What to produce: Print, from the listing below, the lines starting at the line containing "MX v1.0 §5.1)." and ending at the line containing "return sign | field<<d.man | f", exactly as they stand, and print nothing else.

Data provided:
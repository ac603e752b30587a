package quant

import (
	"fmt"
	"math"

	"github.com/plumbref/plumb/compare"
	"github.com/plumbref/plumb/internal/num"
	"github.com/plumbref/plumb/internal/vocab"
)

// MXBlockSize is k, the number of elements that share one scale in every
// concrete MX format (OCP MX v1.0 §5.2, table 1; from memory).
const MXBlockSize = 32

// MXBlock is one block of an MX format: a shared scale X = 2^(Scale − 127),
// stored as E8M0 (8 exponent bits, bias 127, no sign, no fraction; 0xFF is
// NaN: OCP MX v1.0 §5.4.1, from memory), and 32 private elements, each the
// bit pattern of an Element in the low bits of a byte. Element i means
// X·Pᵢ, Pᵢ the value of its pattern (OCP MX v1.0 §5.1).
type MXBlock struct {
	Element Element
	Scale   uint8
	Bits    [MXBlockSize]uint8
}

// elem is the description of an element format.
type elem struct {
	fp         compare.Format // E4M3, E5M2 from compare; else -1
	exp, man   int            // the small floats: exponent and fraction bits
	bias, emax int
	max        float64
	width      int
}

var elems = [...]elem{
	ElemE4M3: {fp: compare.E4M3, emax: 8, max: 448, width: 8},
	ElemE5M2: {fp: compare.E5M2, emax: 15, max: 57344, width: 8},
	ElemE3M2: {fp: -1, exp: 3, man: 2, bias: 3, emax: 4, max: 28, width: 6},
	ElemE2M3: {fp: -1, exp: 2, man: 3, bias: 1, emax: 2, max: 7.5, width: 6},
	ElemE2M1: {fp: -1, exp: 2, man: 1, bias: 1, emax: 2, max: 6, width: 4},
	ElemInt8: {fp: -1, emax: 0, max: 127.0 / 64, width: 8},
}

// Max returns the largest magnitude of the element format (the table at
// Element), or NaN for an invalid Element.
func (e Element) Max() float64 {
	if e.Check() != nil {
		return math.NaN()
	}
	return elems[e].max
}

// round returns v (finite) rounded to the nearest element value, ties to
// even, saturating at ±max (the conversion of OCP MX v1.0 §6.3).
func (d *elem) round(v float64) float64 {
	switch {
	case d.fp >= 0:
		return d.fp.RoundSaturating(v)
	case d.exp == 0: // INT8: multiples of 2^−6
		return math.Ldexp(float64(clamp(int(math.RoundToEven(math.Ldexp(v, 6))), -127, 127)), -6)
	}
	a := math.Abs(v)
	if a >= d.max {
		return math.Copysign(d.max, v)
	}
	if a == 0 {
		return v
	}
	_, e := math.Frexp(a)
	q := max(e-1, 1-d.bias) - d.man // the exponent of the last fraction bit
	r := math.Ldexp(math.RoundToEven(math.Ldexp(a, -q)), q)
	return math.Copysign(min(r, d.max), v)
}

// encode returns the bit pattern of r, a value of the format.
func (d *elem) encode(r float64) uint8 {
	switch {
	case d.fp >= 0:
		return uint8(d.fp.Encode(r))
	case d.exp == 0:
		return uint8(int8(math.Ldexp(r, 6)))
	}
	var sign uint8
	if math.Signbit(r) {
		sign = 1 << (d.width - 1)
	}
	a := math.Abs(r)
	minNormal := math.Ldexp(1, 1-d.bias)
	if a < minNormal { // subnormal or zero: a multiple of the smallest subnormal
		return sign | uint8(math.Ldexp(a, d.bias-1+d.man))
	}
	frac, e := math.Frexp(a) // a = 2·frac · 2^(e−1)
	field := uint8(e - 1 + d.bias)
	f := uint8(math.Ldexp(2*frac-1, d.man))
	return sign | field<<d.man | f
}

// decode returns the value of pattern b; false if b is wider than the format.
func (d *elem) decode(b uint8) (float64, bool) {
	if d.width < 8 && b>>d.width != 0 {
		return 0, false
	}
	switch {
	case d.fp >= 0:
		v, err := d.fp.Decode(uint64(b))
		return v, err == nil
	case d.exp == 0:
		return math.Ldexp(float64(int8(b)), -6), true
	}
	field := int(b>>d.man) & (1<<d.exp - 1)
	f := float64(b & (1<<d.man - 1))
	var v float64
	if field == 0 {
		v = math.Ldexp(f, 1-d.bias-d.man)
	} else {
		v = math.Ldexp(f+math.Ldexp(1, d.man), field-d.bias-d.man)
	}
	if b>>(d.width-1) == 1 {
		v = -v
	}
	return v, true
}

// EncodeMX returns x in MX blocks of element format e, 32 elements a block,
// by the conversion of OCP MX v1.0 §6.3 (from memory):
//
//	shared exponent  E = ⌊log₂ amax⌋ − emax,   amax = max |x| over the block
//	scale            X = 2^E, E8M0 pattern E + 127
//	elements         Pᵢ = round(xᵢ / X), to nearest, ties to even, saturating at ±max
//
// with emax and max from the table at Element. xᵢ/X is exact (a power-of-two
// scaling). Since amax/X lies in [2^emax, 2^(emax+1)), the block's largest
// elements may exceed max and saturate (by up to 2 − max/2^emax of X·2^emax:
// 448 of 512 in E4M3, 6 of 8 in E2M1); BoundMX gives the error this allows.
//
// Special cases are:
//
//	a block of zeros           Scale 0 (X = 2^−127), elements +0
//	E < −127 (amax < 2^(emax−127))   E = −127; elements round on that scale
//	E > 127                    error ErrValue (beyond E8M0's largest scale, 2^127)
//	a NaN or ±Inf in a block   Scale 0xFF (NaN), elements 0 (the spec's NaN scale; from memory)
//	len(x) not a multiple of 32  error ErrLength
//	an invalid e               error ErrOption
func EncodeMX(x []float64, e Element) ([]MXBlock, error) { return encodeMX("EncodeMX", x, e) }

// EncodeMX32 is EncodeMX of float32 values, which widen to float64 exactly:
// the same blocks as EncodeMX of the widened x.
//
// Special cases are those of EncodeMX.
func EncodeMX32(x []float32, e Element) ([]MXBlock, error) { return encodeMX("EncodeMX32", x, e) }

func encodeMX[T num.Float](fn string, x []T, e Element) ([]MXBlock, error) {
	if err := e.Check(); err != nil {
		return nil, vocab.At(err, ErrOption, fn+": e")
	}
	if len(x)%MXBlockSize != 0 || len(x) > MaxElements {
		return nil, fmt.Errorf("%w: %s: len(x) = %d; want a multiple of MXBlockSize = %d, at most MaxElements", ErrLength, fn, len(x), MXBlockSize)
	}
	d := &elems[e]
	out := make([]MXBlock, len(x)/MXBlockSize)
	for j := range out {
		blk := &out[j]
		blk.Element = e
		amax := 0.0
		for _, v := range x[j*MXBlockSize : (j+1)*MXBlockSize] {
			amax = max(amax, math.Abs(float64(v))) // max propagates NaN
		}
		if math.IsNaN(amax) || math.IsInf(amax, 0) {
			blk.Scale = 0xFF
			continue
		}
		E := -127
		if amax > 0 {
			_, ex := math.Frexp(amax)
			E = max(ex-1-d.emax, -127)
		}
		if E > 127 {
			return nil, fmt.Errorf("%w: %s: block %d has amax = %g, shared exponent %d; want at most 127 (amax < 2^%d)", ErrValue, fn, j, amax, E, 128+d.emax)
		}
		blk.Scale = uint8(E + 127)
		for i, v := range x[j*MXBlockSize : (j+1)*MXBlockSize] {
			blk.Bits[i] = d.encode(d.round(math.Ldexp(float64(v), -E)))
		}
	}
	return out, nil
}

// scale returns X of the block, NaN for the pattern 0xFF.
func (b *MXBlock) scale() float64 {
	if b.Scale == 0xFF {
		return math.NaN()
	}
	return math.Ldexp(1, int(b.Scale)-127)
}

// decodeMX returns the element values Pᵢ of every block and each block's
// scale X.
func decodeMX(fn, arg string, blocks []MXBlock) (p, x []float64, err error) {
	if len(blocks) > MaxElements/MXBlockSize {
		return nil, nil, fmt.Errorf("%w: %s: %s has %d blocks; want at most MaxElements/32", ErrLength, fn, arg, len(blocks))
	}
	p = make([]float64, len(blocks)*MXBlockSize)
	x = make([]float64, len(blocks))
	for j := range blocks {
		b := &blocks[j]
		if err := b.Element.Check(); err != nil {
			return nil, nil, vocab.At(err, ErrOption, fmt.Sprintf("%s: %s[%d].Element", fn, arg, j))
		}
		d := &elems[b.Element]
		x[j] = b.scale()
		for i, bits := range b.Bits {
			v, ok := d.decode(bits)
			if !ok {
				return nil, nil, fmt.Errorf("%w: %s: %s[%d].Bits[%d] = %#x; want at most the %d bits of %v", ErrCode, fn, arg, j, i, bits, d.width, b.Element)
			}
			p[j*MXBlockSize+i] = v
		}
	}
	return p, x, nil
}

// DecodeMX returns the values X·Pᵢ of the blocks' elements, in order. They
// are exact in float64: Pᵢ has at most 8 significand bits and X is a power
// of two, and the product lies between 2^−143 (E5M2's smallest subnormal
// 2^−16 times 2^−127) and 57344·2^127, in float64's normal range.
//
// DecodeMX has no float32 twin (codes in, exact float64 out; see Dequantise).
//
// Special cases are:
//
//	Scale = 0xFF                 every element NaN
//	an E4M3 or E5M2 NaN pattern  NaN; E5M2 ±Inf patterns ±Inf
//	empty blocks                 empty result
//	a pattern wider than its format  error ErrCode (E3M2, E2M3 above 0x3F; E2M1 above 0xF)
//	an invalid Element           error ErrOption
func DecodeMX(blocks []MXBlock) ([]float64, error) {
	p, x, err := decodeMX("DecodeMX", "blocks", blocks)
	if err != nil {
		return nil, err
	}
	for i := range p {
		p[i] *= x[i/MXBlockSize]
	}
	return p, nil
}

// BoundMX returns, for each element of the blocks, the largest error
// EncodeMX could have made in producing it: X·ulp(Pᵢ)/2 for round to
// nearest, where ulp is the spacing of the element format in the binade of
// Pᵢ (its smallest subnormal for 0 and subnormals; 2^−6 for INT8); and at
// ±max, which also stands for every saturated value up to 2^(emax+1)·X,
// the larger of that and X·(2^(emax+1) − max). The values are exact.
//
// Special cases are those of DecodeMX.
func BoundMX(blocks []MXBlock) ([]float64, error) {
	p, x, err := decodeMX("BoundMX", "blocks", blocks)
	if err != nil {
		return nil, err
	}
	for i, v := range p {
		d := &elems[blocks[i/MXBlockSize].Element]
		var u float64
		switch {
		case d.fp >= 0:
			u = d.fp.ULP(v)
		case d.exp == 0:
			u = math.Ldexp(1, -6)
		default:
			e := 1 - d.bias
			if a := math.Abs(v); a >= math.Ldexp(1, e) {
				_, ex := math.Frexp(a)
				e = ex - 1
			}
			u = math.Ldexp(1, e-d.man)
		}
		b := u / 2
		if math.Abs(v) == d.max {
			b = max(b, math.Ldexp(1, d.emax+1)-d.max)
		}
		p[i] = b * x[i/MXBlockSize]
	}
	return p, nil
}

// DotMX returns the dot product of two MX vectors of the same length, by
// OCP MX v1.0 §6.1 and §6.2 (from memory): for blocks j,
//
//	Dot(A, B) = Σⱼ X(Aⱼ)·X(Bⱼ) · Σᵢ Pᵢ(Aⱼ)·Pᵢ(Bⱼ)
//
// computed exactly (a big-integer sum of the exact element products) and
// rounded once to float64, to nearest with ties to even. The spec leaves
// the order and precision of the sums to the implementation; this is the
// exact value they approximate. The blocks may have different element
// formats. The result is the exact value itself, with no rounding at all,
// whenever the integer sum is below 2^53, which holds for every pair of
// formats but E5M2 (in units of the smallest subnormals, an E4M3 element
// is below 2^18 and a product below 2^36, 32 of them below 2^41), as long
// as the scales of the blocks are equal; blocks with different scales and
// E5M2 operands may need the one rounding.
//
// DotMX has no float32 twin (codes in, float64 out; see Dequantise).
//
// Special cases are:
//
//	a NaN scale, or NaN or ±Inf elements  the float64 sum of the products: NaN or ±Inf
//	no blocks                    0
//	len(a) ≠ len(b)              error ErrLength
//	and those of DecodeMX
func DotMX(a, b []MXBlock) (float64, error) {
	if len(a) != len(b) {
		return math.NaN(), fmt.Errorf("%w: DotMX: len(b) = %d blocks; want len(a) = %d", ErrLength, len(b), len(a))
	}
	pa, xa, err := decodeMX("DotMX", "a", a)
	if err != nil {
		return math.NaN(), err
	}
	pb, xb, err := decodeMX("DotMX", "b", b)
	if err != nil {
		return math.NaN(), err
	}
	s := newExactSum()
	for i := range pa {
		j := i / MXBlockSize
		if math.IsNaN(xa[j]) || math.IsNaN(xb[j]) {
			return math.NaN(), nil
		}
		// X(Aⱼ)·X(Bⱼ) = 2^(a + b − 254): a shift of the exact product.
		s.addProduct(pa[i], pb[i], 1, int(a[j].Scale)+int(b[j].Scale)-254)
	}
	return s.round(compare.Float64), nil
}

Answer section:
// X·Pᵢ, Pᵢ the value of its pattern (OCP MX v1.0 §5.1).
type MXBlock struct {
	Element Element
	Scale   uint8
	Bits    [MXBlockSize]uint8
}

// elem is the description of an element format.
type elem struct {
	fp         compare.Format // E4M3, E5M2 from compare; else -1
	exp, man   int            // the small floats: exponent and fraction bits
	bias, emax int
	max        float64
	width      int
}

var elems = [...]elem{
	ElemE4M3: {fp: compare.E4M3, emax: 8, max: 448, width: 8},
	ElemE5M2: {fp: compare.E5M2, emax: 15, max: 57344, width: 8},
	ElemE3M2: {fp: -1, exp: 3, man: 2, bias: 3, emax: 4, max: 28, width: 6},
	ElemE2M3: {fp: -1, exp: 2, man: 3, bias: 1, emax: 2, max: 7.5, width: 6},
	ElemE2M1: {fp: -1, exp: 2, man: 1, bias: 1, emax: 2, max: 6, width: 4},
	ElemInt8: {fp: -1, emax: 0, max: 127.0 / 64, width: 8},
}

// Max returns the largest magnitude of the element format (the table at
// Element), or NaN for an invalid Element.
func (e Element) Max() float64 {
	if e.Check() != nil {
		return math.NaN()
	}
	return elems[e].max
}

// round returns v (finite) rounded to the nearest element value, ties to
// even, saturating at ±max (the conversion of OCP MX v1.0 §6.3).
func (d *elem) round(v float64) float64 {
	switch {
	case d.fp >= 0:
		return d.fp.RoundSaturating(v)
	case d.exp == 0: // INT8: multiples of 2^−6
		return math.Ldexp(float64(clamp(int(math.RoundToEven(math.Ldexp(v, 6))), -127, 127)), -6)
	}
	a := math.Abs(v)
	if a >= d.max {
		return math.Copysign(d.max, v)
	}
	if a == 0 {
		return v
	}
	_, e := math.Frexp(a)
	q := max(e-1, 1-d.bias) - d.man // the exponent of the last fraction bit
	r := math.Ldexp(math.RoundToEven(math.Ldexp(a, -q)), q)
	return math.Copysign(min(r, d.max), v)
}

// encode returns the bit pattern of r, a value of the format.
func (d *elem) encode(r float64) uint8 {
	switch {
	case d.fp >= 0:
		return uint8(d.fp.Encode(r))
	case d.exp == 0:
		return uint8(int8(math.Ldexp(r, 6)))
	}
	var sign uint8
	if math.Signbit(r) {
		sign = 1 << (d.width - 1)
	}
	a := math.Abs(r)
	minNormal := math.Ldexp(1, 1-d.bias)
	if a < minNormal { // subnormal or zero: a multiple of the smallest subnormal
		return sign | uint8(math.Ldexp(a, d.bias-1+d.man))
	}
	frac, e := math.Frexp(a) // a = 2·frac · 2^(e−1)
	field := uint8(e - 1 + d.bias)
	f := uint8(math.Ldexp(2*frac-1, d.man))
	return sign | field<<d.man | f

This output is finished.